Distributed Temperature Sensor (DTS) Systems: DTS systems can be used to measure temperature profiles along the length of a wellbore. DTSs are based on fiber-optic technology and have CO2 monitoring applications similar to those for temperature gauges.
Lessons learned: DTS was successfully tested in CO2 project in Ketzin, Germany
Distributed Thermal Perturbation Sensor: Distributed Thermal Perturbation Sensors (DTPSs) is a new method designed to estimate the CO2 saturation in the injection zone by measuring the thermal conductivity of the formation
4. Wellbore Fluid Monitoring Tools:
EPA’s UIC Class VI requires quantification of opposition of the injected fluid. Sampling can be done at injection well and at wells distant from injection wells to detect geochemical changes and CO2 plume front arrival. The also serve to model the response of the reservoir to CO2 injection.
Lessons learned: Long-term sampling has been successfully used in Cranfield project (EOR) in southern Mississippi, Ottway project, Australia and Weyburn project (EOR), Canada.
5. Seismic/Geophysical Techniques:
Measuring acoustic energy can help image the subsurface architecture and fluid distribution. Both Active seismic (Surface seismic, VSP, and cross-well seismic ) and Passive seismic techniques (natural subsurface/ fracture/fault development) can be used.
Surface seismic monitoring (time-lapse): of pre-injection and post-injection can help track CO2 Plume movement or out of zone detection. The advantage of seismic methods is that they cover large areas.
Lessons learned: Time-lapse surface 3D seismic was successfully used at Sleipner CO2 injection in aquifer.
Borehole seismic (cross-well, VSP): can provide higher resolution near wellbore and between well bores and are useful when injection volumes are small. They, however require a wellbore.
Lessons learned: VSP was used in Shell’s Quest project withDistributed Acoustic Sensing or DAS. Time-lapse cross-well survey was used in Citronelle project in Alabama to detect velocity differences over time
indicating increase in CO2
Passive seismic: also referred as microseismic monitoring is useful to detect natural seismic and induced seismic resulting from CO2 injection. It can map faults and fractures and track the fluid & plume front.
Lessons learned: Micro-seismicity associated with Co2 injection was measured at Illinois. Basin Decatur field project indicating increasing area of elevated pressures
6. Gravity Methods:
Gravity measurements has the advantage of direct measurement of massif CO2, unlike the other subsurface tool. The can monitor changes in fluid density resulting from CO2 injection. The technology is still developing.
Lessons learned: Small but detectable time-lapse response was observed in Cranfield project to CO2 injection using gravity methods.
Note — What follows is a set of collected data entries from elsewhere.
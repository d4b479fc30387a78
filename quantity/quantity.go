package quantity

import (
	"math"
)

// Quantity is a value of a quantity: a float64 in the coherent SI unit of
// its dimension, and that dimension. It is a small comparable value (16
// bytes, no pointers); == compares value and dimension exactly. The zero
// Quantity is dimensionless zero.
//
// Arithmetic methods return a new Quantity and panic with an *Error of
// class ErrDimension when the dimensions do not allow the operation; see
// the package documentation for the error model.
type Quantity struct {
	v float64
	d Dim
}

// New returns the quantity with value v in the coherent SI unit of d.
func New(v float64, d Dim) Quantity { return Quantity{v, d} }

// Scalar returns the dimensionless quantity v.
func Scalar(v float64) Quantity { return Quantity{v: v} }

// Value returns q's value in the coherent SI unit of its dimension.
func (q Quantity) Value() float64 { return q.v }

// Dim returns q's dimension.
func (q Quantity) Dim() Dim { return q.d }

// IsDimensionless reports whether q is of dimension one.
func (q Quantity) IsDimensionless() bool { return uint64(q.d) == 0 }

// Check returns nil if q has dimension want, and otherwise an *Error of
// class ErrDimension naming both. It is the way to check a value whose
// dimension comes from input before using it in a formula.
func (q Quantity) Check(want Dim) error {
	if q.d == want {
		return nil
	}
	return &Error{Op: "check", Dims: [2]Dim{q.d, want}, Binary: true, Class: ErrDimension}
}

// CheckNamed is Check with the caller's name for the value in the message.
func (q Quantity) CheckNamed(name string, want Dim) error {
	if q.d == want {
		return nil
	}
	return &Error{Op: "check", Name: name, Dims: [2]Dim{q.d, want}, Binary: true, Class: ErrDimension}
}

// Add returns q+o. It panics if the dimensions differ.
func (q Quantity) Add(o Quantity) Quantity {
	if q.d != o.d {
		panic(&Error{Op: "add", Dims: [2]Dim{q.d, o.d}, Binary: true, Class: ErrDimension})
	}
	return Quantity{q.v + o.v, q.d}
}

// Sub returns q−o. It panics if the dimensions differ.
func (q Quantity) Sub(o Quantity) Quantity {
	if q.d != o.d {
		panic(&Error{Op: "subtract", Dims: [2]Dim{q.d, o.d}, Binary: true, Class: ErrDimension})
	}
	return Quantity{q.v - o.v, q.d}
}

// Mul returns q·o. It panics if an exponent of the product overflows.
func (q Quantity) Mul(o Quantity) Quantity {
	// Dim.add written out, here and in Div: a call inlined inside an
	// inlined method leaves a no-op in the caller's loop.
	d := q.d + o.d
	if (uint64(d)+laneBias)&laneGuard != 0 {
		panic(&Error{Op: "multiply", Dims: [2]Dim{q.d, o.d}, Binary: true, Class: ErrDimension})
	}
	return Quantity{q.v * o.v, d}
}

// Div returns q/o. It panics if an exponent of the quotient overflows.
func (q Quantity) Div(o Quantity) Quantity {
	d := q.d - o.d
	if (uint64(d)+laneBias)&laneGuard != 0 {
		panic(&Error{Op: "divide", Dims: [2]Dim{q.d, o.d}, Binary: true, Class: ErrDimension})
	}
	return Quantity{q.v / o.v, d}
}

// Scale returns q multiplied by the pure number f.
func (q Quantity) Scale(f float64) Quantity { return Quantity{q.v * f, q.d} }

// Neg returns −q.
func (q Quantity) Neg() Quantity { return Quantity{-q.v, q.d} }

// Abs returns |q|.
func (q Quantity) Abs() Quantity { return Quantity{math.Abs(q.v), q.d} }

// Inv returns 1/q.
func (q Quantity) Inv() Quantity {
	d, ok := Dimensionless.sub(q.d)
	if !ok {
		panic(&Error{Op: "invert", Dims: [2]Dim{q.d}, Reason: overflows, Class: ErrDimension})
	}
	return Quantity{1 / q.v, d}
}

// Pow returns q raised to the rational power num/den. It panics if the
// resulting dimension cannot be held (an exponent that is not a whole
// number of sixths, or out of range). For a dimensionless q any exponent
// is allowed; see Powf.
func (q Quantity) Pow(num, den int) Quantity {
	d, err := q.d.Pow(num, den)
	if err != nil {
		panicErr(err)
	}
	switch {
	case den == 1 && num == 2:
		return Quantity{q.v * q.v, d}
	case den == 1 && num == 1:
		return q
	case den == 2 && num == 1:
		return Quantity{math.Sqrt(q.v), d}
	case den == 3 && num == 1:
		return Quantity{math.Cbrt(q.v), d}
	}
	return Quantity{math.Pow(q.v, float64(num)/float64(den)), d}
}

// Sqrt returns the square root of q.
func (q Quantity) Sqrt() Quantity { return q.Pow(1, 2) }

// Cbrt returns the cube root of q.
func (q Quantity) Cbrt() Quantity { return q.Pow(1, 3) }

// Cmp compares q and o, returning −1, 0 or +1 as q is less than, equal to
// or greater than o (NaN compares as in cmp.Compare). It panics if the
// dimensions differ.
func (q Quantity) Cmp(o Quantity) int {
	if q.d != o.d {
		panicBinary("compare", q.d, o.d)
	}
	switch {
	case q.v < o.v:
		return -1
	case q.v > o.v:
		return 1
	case q.v == o.v:
		return 0
	}
	// At least one NaN: order NaN below everything, as cmp.Compare does.
	qn, on := math.IsNaN(q.v), math.IsNaN(o.v)
	switch {
	case qn && on:
		return 0
	case qn:
		return -1
	}
	return 1
}

// ApproxEqual reports whether q and o agree to the relative tolerance rel:
// |q−o| ≤ rel·max(|q|,|o|). It panics if the dimensions differ.
func (q Quantity) ApproxEqual(o Quantity, rel float64) bool {
	if q.d != o.d {
		panicBinary("compare", q.d, o.d)
	}
	if q.v == o.v {
		return true
	}
	return math.Abs(q.v-o.v) <= rel*math.Max(math.Abs(q.v), math.Abs(o.v))
}

func needDimensionless(op string, q Quantity) {
	if uint64(q.d) != 0 {
		panicUnary(op, q.d, mustBeDimensionless)
	}
}

// Exp returns e^q for a dimensionless q.
func Exp(q Quantity) Quantity {
	needDimensionless("take the exponential of", q)
	return Scalar(math.Exp(q.v))
}

// Log returns the natural logarithm of a dimensionless q.
func Log(q Quantity) Quantity {
	needDimensionless("take the logarithm of", q)
	return Scalar(math.Log(q.v))
}

// Log10 returns the decimal logarithm of a dimensionless q.
func Log10(q Quantity) Quantity {
	needDimensionless("take the logarithm of", q)
	return Scalar(math.Log10(q.v))
}

// Powf returns x raised to the real power p; x must be dimensionless,
// since a dimensional quantity can only be raised to a rational power
// (Quantity.Pow).
func Powf(x Quantity, p float64) Quantity {
	needDimensionless("raise %s to a real power", x)
	return Scalar(math.Pow(x.v, p))
}

// PowQ returns x^y where both are dimensionless quantities.
func PowQ(x, y Quantity) Quantity {
	needDimensionless("raise %s to a real power", x)
	needDimensionless("use as an exponent", y)
	return Scalar(math.Pow(x.v, y.v))
}

// Sin returns the sine of the dimensionless angle q in radians.
func Sin(q Quantity) Quantity { needDimensionless("take the sine of", q); return Scalar(math.Sin(q.v)) }

// Cos returns the cosine of the dimensionless angle q in radians.
func Cos(q Quantity) Quantity {
	needDimensionless("take the cosine of", q)
	return Scalar(math.Cos(q.v))
}

// Tan returns the tangent of the dimensionless angle q in radians.
func Tan(q Quantity) Quantity {
	needDimensionless("take the tangent of", q)
	return Scalar(math.Tan(q.v))
}

// Asin returns the arcsine, in radians, of a dimensionless q.
func Asin(q Quantity) Quantity {
	needDimensionless("take the arcsine of", q)
	return Scalar(math.Asin(q.v))
}

// Acos returns the arccosine, in radians, of a dimensionless q.
func Acos(q Quantity) Quantity {
	needDimensionless("take the arccosine of", q)
	return Scalar(math.Acos(q.v))
}

// Atan returns the arctangent, in radians, of a dimensionless q.
func Atan(q Quantity) Quantity {
	needDimensionless("take the arctangent of", q)
	return Scalar(math.Atan(q.v))
}

// Atan2 returns the angle, in radians, of the point (x, y); y and x must
// have the same dimension.
func Atan2(y, x Quantity) Quantity {
	if y.d != x.d {
		panicBinary("take the arctangent of the ratio of", y.d, x.d)
	}
	return Scalar(math.Atan2(y.v, x.v))
}

// Hypot returns √(p²+q²); p and q must have the same dimension.
func Hypot(p, q Quantity) Quantity {
	if p.d != q.d {
		panicBinary("take the hypotenuse of", p.d, q.d)
	}
	return Quantity{math.Hypot(p.v, q.v), p.d}
}

// Min returns the smaller of a and b, which must have the same dimension.
func Min(a, b Quantity) Quantity {
	if a.d != b.d {
		panicBinary("take the minimum of", a.d, b.d)
	}
	return Quantity{math.Min(a.v, b.v), a.d}
}

// Max returns the larger of a and b, which must have the same dimension.
func Max(a, b Quantity) Quantity {
	if a.d != b.d {
		panicBinary("take the maximum of", a.d, b.d)
	}
	return Quantity{math.Max(a.v, b.v), a.d}
}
Seafloor gravity measurements were also used to constrain the extent of CO2 dissolution in the injection reservoir at Sleipner
7. Electrical Methods:
Electrical techniques like Electrical Resistance Tomography (ERT) and Electromagnetic Tomography (EMT) can provide resistivity contrast between injected CO2 and brine which can be used to estimate CO2 saturation distribution.
These techniques can be used in time-lapse mode to map the spatial extent of CO2 plume and to track plume migration in saline aquifer CO2 storage projects. They may not be useful in CO2/EOR as as they do not detect contrast between CO2 and hydrocarbon.
Lessons learned: Electrical techniques were tested at the CO2 sink project site in Ketzin, Germany, from 2007 to 2010 to monitor CO2 injection and plume migration. An experimental cross-well ERT system operated successfully for more than one year obtaining time-lapse electrical resistivity images during the injection in Cranfield project.